# Injured Red Belly



## jreigle (Aug 10, 2006)

I was in the process of moving my Red Bellies to a bigger tank when one missed the container I was putting him in and he hit the hard-wood floor. He seemed rather stunned for the first day, but seemed to get better after the second day. On the third day though, he got attacked by the others and lost half of his tail fin with a small bit out of his body.

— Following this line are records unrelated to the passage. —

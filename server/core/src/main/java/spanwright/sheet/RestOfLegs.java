package spanwright.sheet;

import java.util.ArrayList;
import java.util.HashSet;
import java.util.List;
import java.util.Objects;
import java.util.Set;
import java.util.stream.IntStream;
import spanwright.plant.FiberRange;
import spanwright.plant.Pass;
import spanwright.records.RecordsView;
import spanwright.splicing.EndCondition;
import spanwright.splicing.EndRange;
import spanwright.splicing.JointKind;
import spanwright.splicing.Leg;

/** Works out what the rest of a leg is: every fiber that no other line of the sheet names. */
final class RestOfLegs {

    private final RecordsView records;
    private final NamedEnds named;
    private final EnclosureLegs legs;

    RestOfLegs(RecordsView records, EnclosureLegs legs, NamedEnds named) {
        this.records = records;
        this.legs = legs;
        this.named = named;
    }

    /** The statements of a line that speaks of the rest. */
    List<Statement> expand(LineSaid said) throws MistakeFound {
        if (said instanceof LineSaid.RestThrough through) {
            return through(through);
        }
        LineSaid.Rest rest = (LineSaid.Rest) said;
        SaidSide other = rest.b();
        return other == null ? inState(rest) : straight(rest, other);
    }

    private List<Statement> inState(LineSaid.Rest rest) throws MistakeFound {
        CableLeg leg = Objects.requireNonNull(rest.a().cable());
        EndCondition condition = Objects.requireNonNull(rest.condition());
        List<Statement> statements = new ArrayList<>();
        for (FiberRange range : named.unnamed(leg)) {
            statements.add(new Statement.States(
                    rest.place(),
                    new EndRange(leg.leg(), range),
                    condition,
                    rest.words().trust(),
                    rest.words().seen()));
        }
        refuseNone(statements, rest.place(), leg);
        return statements;
    }

    private List<Statement> straight(LineSaid.Rest rest, SaidSide other) throws MistakeFound {
        CableLeg a = Objects.requireNonNull(rest.a().cable());
        CableLeg b = Objects.requireNonNull(other.cable());
        List<FiberRange> ofA = named.unnamed(a);
        List<FiberRange> ofB = named.unnamed(b);
        if (!ofA.equals(ofB)) {
            throw new MistakeFound(
                    rest.place(),
                    "rest-unlike",
                    "What is left of " + a.name() + " is " + words(ofA) + ", of " + b.name() + " " + words(ofB)
                            + ", so they do not join number to number.",
                    "Say first what becomes of the fibers that the other has not: what they join, capped or stored.");
        }
        List<Statement> statements = new ArrayList<>();
        for (FiberRange range : ofA) {
            statements.add(new Statement.Joins(
                    rest.place(),
                    rest.a().place(),
                    other.place(),
                    JointKind.SPLICE,
                    new EndRange(a.leg(), range),
                    new EndRange(b.leg(), range),
                    rest.words()));
        }
        refuseNone(statements, rest.place(), a);
        return statements;
    }

    private static String words(List<FiberRange> ranges) {
        return ranges.isEmpty()
                ? "nothing"
                : String.join(", ", ranges.stream().map(FiberRange::toString).toList());
    }

    private List<Statement> through(LineSaid.RestThrough rest) throws MistakeFound {
        Set<Integer> opened = openedTubes(rest.back(), rest.ahead());
        IntStream left = IntStream.rangeClosed(1, rest.back().type().fibers())
                .filter(fiber -> opened.contains(rest.back().type().tubeOf(fiber)))
                .filter(fiber -> !named.has(rest.back().leg(), fiber)
                        && !named.has(rest.ahead().leg(), fiber));
        List<Statement> statements = new ArrayList<>();
        for (FiberRange range : FiberRange.listOf(left)) {
            for (Leg leg : List.of(rest.back().leg(), rest.ahead().leg())) {
                statements.add(new Statement.States(
                        rest.place(),
                        new EndRange(leg, range),
                        EndCondition.THROUGH,
                        rest.words().trust(),
                        rest.words().seen()));
            }
        }
        refuseNone(statements, rest.place(), rest.back());
        return statements;
    }

    /** The tubes that the records say are opened here, and those of which another line names a fiber. */
    private Set<Integer> openedTubes(CableLeg back, CableLeg ahead) {
        Set<Integer> tubes = new HashSet<>();
        records.findPassAt(back.row().id())
                .map(Pass::tubesOpened)
                .ifPresent(ranges -> ranges.forEach(
                        range -> IntStream.range(0, range.count()).forEach(index -> tubes.add(range.at(index)))));
        for (CableLeg leg : List.of(back, ahead)) {
            IntStream.rangeClosed(1, leg.type().fibers())
                    .filter(fiber -> named.has(leg.leg(), fiber))
                    .forEach(fiber -> tubes.add(leg.type().tubeOf(fiber)));
        }
        return tubes;
    }

    private void refuseNone(List<Statement> statements, TextPlace place, CableLeg leg) throws MistakeFound {
        if (statements.isEmpty()) {
            throw new MistakeFound(
                    place,
                    "rest-of-nothing",
                    "Nothing is left of " + leg.cable().code() + " in " + legs.code() + ".",
                    "Leave the line out; for a tube that is not opened nothing need be said.");
        }
    }
}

Anyway, fast-foward a couple weeks. He is doing great in the hospital tank. The wound has healed, but half of his tail fin is still missing. He is also eating and swimming good. The question I have is should I wait until his whole tail grows back or is it OK to put him back now?

Thanks


----------



## Linford (Oct 26, 2006)

In the past when one of my red bellied piranhas have had a fin bit very badly (dorsel, tail or any other) it hasnt grown back that fast but the swimming and hunting/eating never seems to be effected that much... but then again I havnt been keeping p's for years and years! You should be ok, to be sure though confirm this question with other members in the matter.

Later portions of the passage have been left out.